Ahora, una mina de oro abandonada en Dakota del Sur está permitiendo la mirada más profunda hasta ahora a este mundo secreto de biodiversidad enterrada. En una nueva investigación publicada en la revista Microbiología ambientalun análisis genético de los microbios de la mina a una profundidad de hasta 1,5 kilómetros bajo la superficie revela un cisma en las estrategias de supervivencia. Algunos microbios tienen genomas grandes y voluminosos que los preparan para digerir cualquier nutriente que se les presente. Otros están tan optimizados genéticamente que ni siquiera pueden fabricar algunos de los componentes fundamentales de la vida y, en cambio, dependen de hurgar en ellos o de vivir en simbiosis con otras especies.
“Fue genial encontrar esa dicotomía total en la estrategia de supervivencia”, dice Lily Momper, consultora de la firma medioambiental y de ingeniería Exponent y primera autora del artículo.
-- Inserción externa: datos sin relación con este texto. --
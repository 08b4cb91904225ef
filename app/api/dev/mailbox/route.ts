import { NextResponse } from "next/server";
import { route } from "@/lib/http";
import { requireRole } from "@/lib/auth/guards";
import { AppError } from "@/lib/errors";
import { readDevelopmentMailbox } from "@/lib/services/mail";

export const dynamic = "force-dynamic";

/**
 * GET /api/dev/mailbox?limit=50 → `{ baseUrl, messages: [...], hasMore }`: what the local fake
 * mail service received, newest first. Administrators only; 404 unless RESEND_BASE_URL points at
 * the fake, so a real provider's mail is never read through here.
 */
export const GET = route(async (request) => {
  await requireRole("mail:read-outbox", "read the development mailbox");
  const raw = new URL(request.url).searchParams.get("limit");
  const limit = raw === null ? 50 : Number(raw);
  if (!Number.isInteger(limit) || limit < 1 || limit > 100) {
    throw new AppError(400, "limit: give a whole number of messages from 1 to 100.", "limit");
  }
  return NextResponse.json(await readDevelopmentMailbox({ limit }));
});
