/** Scales, ticks and path strings for the report's vector charts (pure). */


export function scaleLinear(domain: [number, number], range: [number, number]) {
  const [d0, d1] = domain;
  const [r0, r1] = range;
  const k = d1 === d0 ? 0 : (r1 - r0) / (d1 - d0);
  return (v: number) => r0 + (v - d0) * k;
}

export function scaleLog(domain: [number, number], range: [number, number]) {
  const linear = scaleLinear([Math.log10(domain[0]), Math.log10(domain[1])], range);
  return (v: number) => linear(Math.log10(v));
}

const NICE = [1, 2, 2.5, 5, 10];

/** Round-number ticks covering [min, max], about `count` of them. */
export function niceTicks(min: number, max: number, count = 6): { ticks: number[]; min: number; max: number; step: number } {
  if (!Number.isFinite(min) || !Number.isFinite(max)) return { ticks: [0, 1], min: 0, max: 1, step: 1 };
  if (max - min < 1e-9) {
    min -= 1;
    max += 1;
  }
  const raw = (max - min) / Math.max(1, count);
  const magnitude = 10 ** Math.floor(Math.log10(raw));
  const step = (NICE.find((n) => n * magnitude >= raw) ?? 10) * magnitude;
  const lo = Math.floor(min / step + 1e-9) * step;
  const hi = Math.ceil(max / step - 1e-9) * step;
  const ticks: number[] = [];
  for (let v = lo; v <= hi + step * 1e-6; v += step) ticks.push(Number(v.toPrecision(12)) + 0);
  return { ticks, min: lo, max: hi, step };
}

const TIME_STEPS_S = [5, 10, 15, 30, 60, 120, 300, 600, 900, 1200, 1800, 3600, 7200, 10800, 14400, 21600, 43200, 86400];

/** Ticks on an elapsed-time axis in seconds, at whole minutes or hours once the span allows. */
export function timeTicks(fromS: number, toS: number, count = 8): { ticks: number[]; stepS: number } {
  const span = Math.max(1, toS - fromS);
  const stepS = TIME_STEPS_S.find((s) => span / s <= count) ?? Math.ceil(span / count / 86400) * 86400;
  const ticks: number[] = [];
  for (let v = Math.ceil(fromS / stepS - 1e-9) * stepS; v <= toS + 1e-6; v += stepS) ticks.push(v + 0); // + 0 turns −0 into 0
  return { ticks, stepS };
}

export function timeTickLabel(seconds: number, stepS: number): string {
  if (stepS >= 3600) return `${Math.round(seconds / 3600)} h`;
  if (stepS >= 60) {
    const minutes = Math.round(seconds / 60);
    return minutes >= 120 ? `${Math.floor(minutes / 60)} h ${String(minutes % 60).padStart(2, "0")}` : `${minutes}`;
  }
  const m = Math.floor(seconds / 60);
  const s = Math.round(seconds - m * 60);
  return `${m}:${String(s).padStart(2, "0")}`;
}

export function timeAxisUnit(stepS: number): string {
  if (stepS >= 3600) return "h";
  if (stepS >= 60) return "min";
  return "min:s";
}

const r = (v: number) => Math.round(v * 100) / 100;

/**
 * An SVG path through the points, broken where a value is missing; consecutive points that land
 * on the same spot are dropped so the path stays small.
 */
export function linePath(xs: ArrayLike<number>, ys: ArrayLike<number | null>, x: (v: number) => number, y: (v: number) => number): string {
  let d = "";
  let pen = false;
  let lastX = NaN;
  let lastY = NaN;
  for (let i = 0; i < xs.length; i++) {
    const v = ys[i];
    if (v === null || v === undefined || !Number.isFinite(v)) {
      pen = false;
      continue;
    }
    const px = r(x(xs[i]));
    const py = r(y(v));
    if (pen && px === lastX && py === lastY) continue;
    d += `${pen ? "L" : "M"}${px} ${py}`;
    pen = true;
    lastX = px;
    lastY = py;
  }
  return d;
}

/** Smallest and largest finite value over several series. */
export function extent(series: Array<ArrayLike<number | null>>): [number, number] | null {
  let lo = Infinity;
  let hi = -Infinity;
  for (const values of series) {
    for (let i = 0; i < values.length; i++) {
      const v = values[i];
      if (v === null || v === undefined || !Number.isFinite(v)) continue;
      if (v < lo) lo = v;
      if (v > hi) hi = v;
    }
  }
  return lo <= hi ? [lo, hi] : null;
}
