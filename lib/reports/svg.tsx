import type { ReactNode } from "react";
import { Text } from "@react-pdf/renderer";
import { FONT_MONO, FONT_SANS, colour } from "./theme";
import { pdfText } from "./text";

// react-pdf lays out <Text> inside <Svg> from its props but loads a font face only when it sees
// it in a style, so both are given (or a weight used only in charts falls back to Helvetica). Its
// type lists only the presentation attributes, hence the widened component.
const SvgText = Text as unknown as (props: Record<string, unknown> & { children?: ReactNode }) => ReactNode;

export function SvgLabel({
  x,
  y,
  children,
  size = 6.5,
  anchor = "start",
  fill = colour.inkMuted,
  weight = 400,
  mono = false,
  rotate,
}: {
  x: number;
  y: number;
  children: string;
  size?: number;
  anchor?: "start" | "middle" | "end";
  fill?: string;
  weight?: 400 | 500 | 600 | 700;
  mono?: boolean;
  rotate?: number;
}) {
  return (
    <SvgText
      style={{ fontFamily: mono ? FONT_MONO : FONT_SANS, fontWeight: mono ? Math.min(weight, 500) : weight, fontSize: size }}
      x={x}
      y={y}
      fontFamily={mono ? FONT_MONO : FONT_SANS}
      fontSize={size}
      fontWeight={mono ? Math.min(weight, 500) : weight}
      fill={fill}
      textAnchor={anchor}
      transform={rotate ? `rotate(${rotate} ${x} ${y})` : undefined}
    >
      {pdfText(children)}
    </SvgText>
  );
}
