import { downloadDisposition, route } from "@/lib/http";
import { requireRole } from "@/lib/auth/guards";
import { getAttachmentForViewing } from "@/lib/services/bowie-dick";

export const runtime = "nodejs";
export const dynamic = "force-dynamic";

type Context = { params: Promise<{ id: string }> };

/** A stored photo (JPEG or PNG, checked by its content on upload), shown inline on the record it belongs to; never sniffed as anything else. */
export const GET = route<Context>(async (_request, { params }) => {
  // cycle and equipment records are read by the same roles; the service checks the owner's own permission again.
  const actor = await requireRole("equipment:read", "see records' attachments");
  const { id } = await params;
  const photo = await getAttachmentForViewing({ actor, id });
  return new Response(photo.bytes as BodyInit, {
    headers: {
      "Content-Type": photo.contentType,
      "Content-Disposition": downloadDisposition(photo.name, "inline"),
      "X-Content-Type-Options": "nosniff",
      "Content-Security-Policy": "default-src 'none'; sandbox",
      "Cache-Control": "private, max-age=3600, immutable",
      ETag: `"${photo.sha256}"`,
    },
  });
});
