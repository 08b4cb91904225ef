/** The report's building blocks: text with its glyph rules, headings, facts and table heads. */
import type { ReactNode } from "react";
import { Text, View } from "@react-pdf/renderer";
import { SAFETY_NOTES } from "@/lib/safety";
import { s } from "./styles";
import { pdfText } from "./text";

type Style = (typeof s)[keyof typeof s];
export type Styles = Style | Style[] | Record<string, string | number>;

/** Text with the report's glyph rules applied to every string child. */
export function T({ style, children, ...rest }: { style?: Styles | Styles[]; children?: ReactNode; fixed?: boolean; wrap?: boolean; minPresenceAhead?: number }) {
  const clean = (node: ReactNode): ReactNode => (typeof node === "string" || typeof node === "number" ? pdfText(node) : Array.isArray(node) ? node.map((n) => clean(n)) : node);
  return (
    <Text style={style as never} {...rest}>
      {clean(children)}
    </Text>
  );
}

export function Heading({ children }: { children: string }) {
  return (
    <T style={s.h2} minPresenceAhead={80}>
      {children}
    </T>
  );
}

export function Fact({ label, children, wide = false }: { label: string; children: ReactNode; wide?: boolean }) {
  return (
    <View style={wide ? [s.fact, s.factWide] : s.fact} wrap={false}>
      <T style={s.factLabel}>{label}</T>
      <View style={s.factValue}>{typeof children === "string" ? <T>{children}</T> : children}</View>
    </View>
  );
}

export type Column = { title: string; width: number; numeric?: boolean };

export function TableHead({ columns }: { columns: Column[] }) {
  return (
    <View style={s.thead} fixed>
      {columns.map((c) => (
        <T key={c.title} style={[s.th, { width: `${c.width}%`, textAlign: c.numeric ? "right" : "left" }]}>
          {c.title}
        </T>
      ))}
    </View>
  );
}

/** The safety notes every report prints, kept together on one page. */
export function SafetyNotesSection() {
  return (
    <View wrap={false}>
      <Heading>Safety notes</Heading>
      <View style={s.safety}>
        {SAFETY_NOTES.map((note) => (
          <View key={note.title} style={s.safetyItem}>
            <T>
              <T style={s.safetyTitle}>{`${note.title}. `}</T>
              {note.text}
            </T>
          </View>
        ))}
      </View>
    </View>
  );
}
Se han observado resultados similares en otros pocos sitios de observación profunda de microbios en todo el mundo, dice Momper. “Creemos que probablemente se trate de una estrategia en el subsuelo profundo en general”, añade.
La vida que se esconde en las profundidades del subsuelo de la Tierra puede ser análoga a las criaturas extraterrestres que se ganan la vida en otros mundos; En comparación con nuestro propio orbe clemente, todos los demás planetas o lunas del sistema solar que posiblemente podrían albergar vida tal como la conocemos ofrecen condiciones de superficie mucho menos hospitalarias. Sin embargo, debajo de esos duros exteriores, a pesar de la oscuridad que todo lo consume, un organismo estaría protegido de los peligrosos rayos cósmicos y calentado por el calor geológico. Estos nichos subterráneos podrían ser las moradas predeterminadas para cualquier vida en otras partes del sistema solar, si no para el cosmos en general, lo que hace que los resistentes microbios escondidos dentro de nuestro propio planeta sean de vital interés para los astrobiólogos. Si algo vive ahora en Marte, por ejemplo, lo más probable es que habita bajo tierra y se ve y se comporta de manera muy parecida a los habitantes de las profundidades de la Tierra.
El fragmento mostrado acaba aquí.